Task to complete: The records that follow are to be transcribed exactly.

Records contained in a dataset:
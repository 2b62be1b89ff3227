/** The drawing without its dead times and limiters, for simulations that put them back exactly. */

export { type OpenedDelay, type OpenedLimiter, type OpenedModel, openedModel } from './opened-model.ts';
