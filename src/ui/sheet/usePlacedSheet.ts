/**
 * The sheet as it stands under the hand: the document's blocks, those being dragged where the hand has them, with their
 * geometry, the wires' routes and the branch dots.
 */

import { useLayoutEffect, useMemo, useRef } from 'react';
import { type SheetGeometry, sheetGeometry } from '../../diagram/geometry/index.ts';
import type { Point, Sheet } from '../../diagram/index.ts';
import { type Routes, rerouteMoved, routeWires } from '../../diagram/routing/index.ts';
import { type State, useStore } from '../store/index.ts';
import { heldRoutes } from './held-routes.ts';
import { keptGeometry } from './kept-geometry.ts';
import { setShownSheet } from './shown-sheet.ts';

export interface PlacedSheet {
  readonly sheet: Sheet;
  /** The same with nothing in the hand: one object while blocks are dragged. */
  readonly resting: Sheet;
  readonly geometry: SheetGeometry;
  readonly routes: Routes;
}

const blocksOf = (state: State) => state.document.diagram.blocks;
const wiresOf = (state: State) => state.document.diagram.wires;
const held = (state: State) => state.held;

/** Up to so many blocks in hand, on a sheet of so many, wires find their full way in every frame of a drag. */
const FEW_HELD = 3;
const FEW_BLOCKS = 120;

export function usePlacedSheet(): PlacedSheet {
  // Not the document itself: a parameter's new value leaves every block and wire where it is.
  const blocks = useStore(blocksOf);
  const wires = useStore(wiresOf);
  const moved = useStore(held);
  const routed = useRef<PlacedSheet | null>(null);
  const resting = useMemo(() => ({ blocks, wires }), [blocks, wires]);
  const placed = useMemo(() => {
    const sheet = moved === null ? resting : withHeld(resting, moved);
    const former = routed.current;
    const geometry = keptGeometry(former?.geometry, sheetGeometry(sheet));
    if (former === null) return { sheet, resting, geometry, routes: routeWires(sheet, geometry) };
    const isMuch = moved !== null && (moved.size > FEW_HELD || sheet.blocks.length > FEW_BLOCKS);
    const routes = isMuch
      ? heldRoutes(former, { sheet, geometry }, moved)
      : rerouteMoved(former.routes, former.sheet, sheet, geometry);
    return { sheet, resting, geometry, routes, isMuch };
  }, [resting, moved]);
  useLayoutEffect(() => {
    if (!('isMuch' in placed && placed.isMuch)) routed.current = placed;
    setShownSheet(placed);
  }, [placed]);
  return placed;
}

function withHeld(sheet: Sheet, moved: ReadonlyMap<string, Point>): Sheet {
  const blocks = sheet.blocks.map(block => {
    const at = moved.get(block.id);
    return at === undefined ? block : { ...block, at };
  });
  return { blocks, wires: sheet.wires };
}
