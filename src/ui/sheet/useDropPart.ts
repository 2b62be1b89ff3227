/** A part dragged from the row of parts and let go on the sheet; on a wire, it goes into that wire. */

import type { DragEvent } from 'react';
import { useReactFlow } from 'reactflow';
import { isPart, PART_MIME } from '../write-line/parts.ts';
import { withHand } from './load-hand.ts';

interface DropPart {
  readonly onDragOver: (event: DragEvent) => void;
  readonly onDrop: (event: DragEvent) => void;
}

export function useDropPart(): DropPart {
  const flow = useReactFlow();
  return {
    onDragOver: event => {
      if (!event.dataTransfer.types.includes(PART_MIME)) return;
      event.preventDefault();
      event.dataTransfer.dropEffect = 'copy';
    },
    onDrop: event => {
      const part = event.dataTransfer.getData(PART_MIME);
      if (!isPart(part)) return;
      event.preventDefault();
      const { x, y } = flow.screenToFlowPosition({ x: event.clientX, y: event.clientY });
      withHand(hand => hand.placePartInWire(part, [x, y]));
    },
  };
}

Reply to the exercise:
repository 2b62be1b89ff3227
/** The drawing without its dead times and limiters, for simulations that put them back exactly. */

export { type OpenedDelay, type OpenedLimiter, type OpenedModel, openedModel } from './opened-model.ts';
filename src/ui/sheet/usePlacedSheet.ts
/**
 * The sheet as it stands under the hand: the document's blocks, those being dragged where the hand has them, with their
 * geometry, the wires' routes and the branch dots.
 */

import { useLayoutEffect, useMemo, useRef } from 'react';
import { type SheetGeometry, sheetGeometry } from '../../diagram/geometry/index.ts';
import type { Point, Sheet } from '../../diagram/index.ts';
import { type Routes, rerouteMoved, routeWires } from '../../diagram/routing/index.ts';
import { type State, useStore } from '../store/index.ts';
import { heldRoutes } from './held-routes.ts';
import { keptGeometry } from './kept-geometry.ts';
import { setShownSheet } from './shown-sheet.ts';

export interface PlacedSheet {
  readonly sheet: Sheet;
  /** The same with nothing in the hand: one object while blocks are dragged. */
  readonly resting: Sheet;
  readonly geometry: SheetGeometry;
  readonly routes: Routes;
}

const blocksOf = (state: State) => state.document.diagram.blocks;
const wiresOf = (state: State) => state.document.diagram.wires;
const held = (state: State) => state.held;

/** Up to so many blocks in hand, on a sheet of so many, wires find their full way in every frame of a drag. */
const FEW_HELD = 3;
const FEW_BLOCKS = 120;

export function usePlacedSheet(): PlacedSheet {
  // Not the document itself: a parameter's new value leaves every block and wire where it is.
  const blocks = useStore(blocksOf);
  const wires = useStore(wiresOf);
  const moved = useStore(held);
  const routed = useRef<PlacedSheet | null>(null);
  const resting = useMemo(() => ({ blocks, wires }), [blocks, wires]);
  const placed = useMemo(() => {
    const sheet = moved === null ? resting : withHeld(resting, moved);
    const former = routed.current;
    const geometry = keptGeometry(former?.geometry, sheetGeometry(sheet));
    if (former === null) return { sheet, resting, geometry, routes: routeWires(sheet, geometry) };
    const isMuch = moved !== null && (moved.size > FEW_HELD || sheet.blocks.length > FEW_BLOCKS);
    const routes = isMuch
      ? heldRoutes(former, { sheet, geometry }, moved)
      : rerouteMoved(former.routes, former.sheet, sheet, geometry);
    return { sheet, resting, geometry, routes, isMuch };
  }, [resting, moved]);
  useLayoutEffect(() => {
    if (!('isMuch' in placed && placed.isMuch)) routed.current = placed;
    setShownSheet(placed);
  }, [placed]);
  return placed;
}

function withHeld(sheet: Sheet, moved: ReadonlyMap<string, Point>): Sheet {
  const blocks = sheet.blocks.map(block => {
    const at = moved.get(block.id);
    return at === undefined ? block : { ...block, at };
  });
  return { blocks, wires: sheet.wires };
}
filename src/ui/sheet/useDropPart.ts
repository 2b62be1b89ff3227
/** A part dragged from the row of parts and let go on the sheet; on a wire, it goes into that wire. */

import type { DragEvent } from 'react';
import { useReactFlow } from 'reactflow';
import { isPart, PART_MIME } from '../write-line/parts.ts';
import { withHand } from './load-hand.ts';

interface DropPart {
  readonly onDragOver: (event: DragEvent) => void;
  readonly onDrop: (event: DragEvent) => void;
}

export function useDropPart(): DropPart {
  const flow = useReactFlow();
  return {
    onDragOver: event => {
      if (!event.dataTransfer.types.includes(PART_MIME)) return;
      event.preventDefault();
      event.dataTransfer.dropEffect = 'copy';
    },
    onDrop: event => {
      const part = event.dataTransfer.getData(PART_MIME);
      if (!isPart(part)) return;
      event.preventDefault();
      const { x, y } = flow.screenToFlowPosition({ x: event.clientX, y: event.clientY });
      withHand(hand => hand.placePartInWire(part, [x, y]));
    },
  };
}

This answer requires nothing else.